### What you have to do
Please give the records below back in full, exactly as shown.

----- Records for processing

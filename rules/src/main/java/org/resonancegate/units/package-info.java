/**
 * Dimensions, the table of accepted units and the reader of {@code "<number> <unit>"} texts.
 * Units exist only at the edges: values leave this package in SI.
 */
package org.resonancegate.units;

----------

### Output for this exercise
filename rules/src/main/java/org/resonancegate/units/package-info.java
/**
 * Dimensions, the table of accepted units and the reader of {@code "<number> <unit>"} texts.
 * Units exist only at the edges: values leave this package in SI.
 */
package org.resonancegate.units;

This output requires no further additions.